**Exercise:** Of the entries below, return only those lines from the line with "line the job" to the line with "const MaxJobSize = 1 << 20", exactly, both included.

(Collected data entries)

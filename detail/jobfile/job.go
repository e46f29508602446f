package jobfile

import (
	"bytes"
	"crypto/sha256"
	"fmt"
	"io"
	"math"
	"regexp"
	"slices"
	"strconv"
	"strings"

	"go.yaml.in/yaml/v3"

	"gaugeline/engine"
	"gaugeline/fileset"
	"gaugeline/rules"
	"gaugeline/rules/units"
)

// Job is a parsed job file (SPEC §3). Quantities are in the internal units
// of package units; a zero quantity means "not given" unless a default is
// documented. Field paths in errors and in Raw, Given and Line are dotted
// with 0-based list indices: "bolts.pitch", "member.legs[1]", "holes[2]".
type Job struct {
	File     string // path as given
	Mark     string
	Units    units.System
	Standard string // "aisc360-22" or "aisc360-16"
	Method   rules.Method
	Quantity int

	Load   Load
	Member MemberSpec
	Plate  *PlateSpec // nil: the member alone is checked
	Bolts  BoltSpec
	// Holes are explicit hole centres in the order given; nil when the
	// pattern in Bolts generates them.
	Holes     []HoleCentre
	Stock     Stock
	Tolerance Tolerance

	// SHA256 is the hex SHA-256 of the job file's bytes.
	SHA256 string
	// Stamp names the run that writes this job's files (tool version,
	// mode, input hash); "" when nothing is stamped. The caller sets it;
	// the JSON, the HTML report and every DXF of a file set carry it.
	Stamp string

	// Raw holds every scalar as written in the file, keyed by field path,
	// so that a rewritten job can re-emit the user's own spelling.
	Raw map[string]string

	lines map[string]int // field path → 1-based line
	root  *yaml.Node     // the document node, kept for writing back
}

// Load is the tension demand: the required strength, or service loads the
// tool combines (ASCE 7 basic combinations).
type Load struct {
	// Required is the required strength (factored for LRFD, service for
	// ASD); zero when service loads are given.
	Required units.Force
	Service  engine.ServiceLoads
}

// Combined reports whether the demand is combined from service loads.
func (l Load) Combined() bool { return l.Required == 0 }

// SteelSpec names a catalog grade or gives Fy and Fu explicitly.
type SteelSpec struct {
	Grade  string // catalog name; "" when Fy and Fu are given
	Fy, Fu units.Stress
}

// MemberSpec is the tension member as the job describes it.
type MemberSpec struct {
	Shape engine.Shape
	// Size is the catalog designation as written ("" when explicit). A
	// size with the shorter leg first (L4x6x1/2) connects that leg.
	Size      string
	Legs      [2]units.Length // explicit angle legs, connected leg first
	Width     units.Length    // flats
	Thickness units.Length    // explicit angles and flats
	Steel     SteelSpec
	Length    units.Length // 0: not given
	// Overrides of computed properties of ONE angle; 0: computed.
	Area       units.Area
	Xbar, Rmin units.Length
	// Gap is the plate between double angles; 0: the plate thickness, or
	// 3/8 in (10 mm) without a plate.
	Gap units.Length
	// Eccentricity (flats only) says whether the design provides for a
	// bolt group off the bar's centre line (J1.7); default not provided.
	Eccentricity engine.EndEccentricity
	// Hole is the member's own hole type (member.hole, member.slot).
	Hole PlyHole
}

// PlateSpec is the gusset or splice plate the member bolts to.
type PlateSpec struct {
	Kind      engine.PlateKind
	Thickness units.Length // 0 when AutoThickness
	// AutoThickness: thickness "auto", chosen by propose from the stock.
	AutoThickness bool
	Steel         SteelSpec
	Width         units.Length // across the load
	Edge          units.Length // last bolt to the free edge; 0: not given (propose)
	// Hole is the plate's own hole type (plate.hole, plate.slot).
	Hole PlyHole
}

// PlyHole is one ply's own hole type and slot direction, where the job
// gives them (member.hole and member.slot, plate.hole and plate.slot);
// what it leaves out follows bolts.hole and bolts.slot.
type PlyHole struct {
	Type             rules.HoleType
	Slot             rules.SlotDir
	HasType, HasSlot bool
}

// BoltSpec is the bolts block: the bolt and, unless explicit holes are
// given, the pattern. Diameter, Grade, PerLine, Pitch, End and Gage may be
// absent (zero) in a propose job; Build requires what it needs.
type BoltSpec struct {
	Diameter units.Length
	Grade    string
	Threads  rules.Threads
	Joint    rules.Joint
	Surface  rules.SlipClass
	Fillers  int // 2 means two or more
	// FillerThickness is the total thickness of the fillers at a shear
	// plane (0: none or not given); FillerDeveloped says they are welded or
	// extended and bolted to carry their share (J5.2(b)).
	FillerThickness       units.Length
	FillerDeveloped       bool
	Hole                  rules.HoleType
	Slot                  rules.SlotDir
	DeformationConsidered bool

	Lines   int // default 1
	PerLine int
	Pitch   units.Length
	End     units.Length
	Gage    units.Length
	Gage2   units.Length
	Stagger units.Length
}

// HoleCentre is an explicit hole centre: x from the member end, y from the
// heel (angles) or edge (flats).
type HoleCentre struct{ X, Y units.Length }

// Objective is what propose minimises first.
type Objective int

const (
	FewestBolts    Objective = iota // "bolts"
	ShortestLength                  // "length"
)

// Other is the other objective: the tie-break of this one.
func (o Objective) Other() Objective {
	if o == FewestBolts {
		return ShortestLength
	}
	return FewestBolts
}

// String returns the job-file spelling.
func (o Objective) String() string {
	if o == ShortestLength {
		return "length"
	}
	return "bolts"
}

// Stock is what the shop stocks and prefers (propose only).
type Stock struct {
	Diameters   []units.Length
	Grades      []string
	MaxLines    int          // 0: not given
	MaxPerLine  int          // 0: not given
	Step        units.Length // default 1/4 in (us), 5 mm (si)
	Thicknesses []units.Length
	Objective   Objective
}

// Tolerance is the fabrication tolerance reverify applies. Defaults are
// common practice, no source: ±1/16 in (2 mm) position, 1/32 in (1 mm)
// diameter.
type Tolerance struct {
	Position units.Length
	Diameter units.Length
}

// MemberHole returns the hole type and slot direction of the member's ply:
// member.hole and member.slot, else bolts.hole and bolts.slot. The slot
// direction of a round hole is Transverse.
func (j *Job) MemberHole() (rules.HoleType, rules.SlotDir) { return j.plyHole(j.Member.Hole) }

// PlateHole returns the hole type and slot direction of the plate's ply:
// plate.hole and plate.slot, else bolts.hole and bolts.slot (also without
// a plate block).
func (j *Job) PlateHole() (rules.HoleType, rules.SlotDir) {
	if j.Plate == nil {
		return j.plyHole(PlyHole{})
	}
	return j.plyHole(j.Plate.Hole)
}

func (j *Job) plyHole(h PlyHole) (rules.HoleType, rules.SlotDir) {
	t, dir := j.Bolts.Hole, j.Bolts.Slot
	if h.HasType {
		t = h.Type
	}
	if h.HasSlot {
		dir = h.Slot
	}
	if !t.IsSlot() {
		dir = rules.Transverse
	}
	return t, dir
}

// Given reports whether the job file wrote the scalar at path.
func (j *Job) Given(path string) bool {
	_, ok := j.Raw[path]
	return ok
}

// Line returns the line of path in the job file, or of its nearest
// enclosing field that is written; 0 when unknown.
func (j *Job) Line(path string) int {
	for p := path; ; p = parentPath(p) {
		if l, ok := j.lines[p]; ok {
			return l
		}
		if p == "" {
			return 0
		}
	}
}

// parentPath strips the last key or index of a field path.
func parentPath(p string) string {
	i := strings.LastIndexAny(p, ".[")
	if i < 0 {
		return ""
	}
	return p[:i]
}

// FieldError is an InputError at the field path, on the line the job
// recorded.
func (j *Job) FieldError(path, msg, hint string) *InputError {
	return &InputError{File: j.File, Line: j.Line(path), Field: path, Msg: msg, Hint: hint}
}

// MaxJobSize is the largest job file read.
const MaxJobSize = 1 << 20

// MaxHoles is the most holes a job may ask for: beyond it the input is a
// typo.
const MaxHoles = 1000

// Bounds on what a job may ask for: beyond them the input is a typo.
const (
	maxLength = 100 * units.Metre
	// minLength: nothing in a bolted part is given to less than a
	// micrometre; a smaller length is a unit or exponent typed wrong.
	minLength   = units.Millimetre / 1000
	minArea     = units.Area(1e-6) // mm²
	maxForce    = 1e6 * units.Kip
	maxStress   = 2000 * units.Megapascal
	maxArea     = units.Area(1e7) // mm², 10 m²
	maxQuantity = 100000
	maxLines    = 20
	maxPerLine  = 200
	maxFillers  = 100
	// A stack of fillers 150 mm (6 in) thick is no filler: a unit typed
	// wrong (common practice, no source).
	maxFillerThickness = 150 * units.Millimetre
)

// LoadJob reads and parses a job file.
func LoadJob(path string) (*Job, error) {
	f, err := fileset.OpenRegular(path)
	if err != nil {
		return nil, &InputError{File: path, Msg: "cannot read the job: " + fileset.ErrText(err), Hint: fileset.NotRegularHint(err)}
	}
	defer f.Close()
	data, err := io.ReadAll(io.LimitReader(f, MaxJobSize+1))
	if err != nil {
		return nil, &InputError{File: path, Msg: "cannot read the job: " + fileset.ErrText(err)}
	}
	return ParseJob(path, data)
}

**Result below:**
// FieldError is an InputError at the field path, on the line the job
// recorded.
func (j *Job) FieldError(path, msg, hint string) *InputError {
	return &InputError{File: j.File, Line: j.Line(path), Field: path, Msg: msg, Hint: hint}
}

// MaxJobSize is the largest job file read.
const MaxJobSize = 1 << 20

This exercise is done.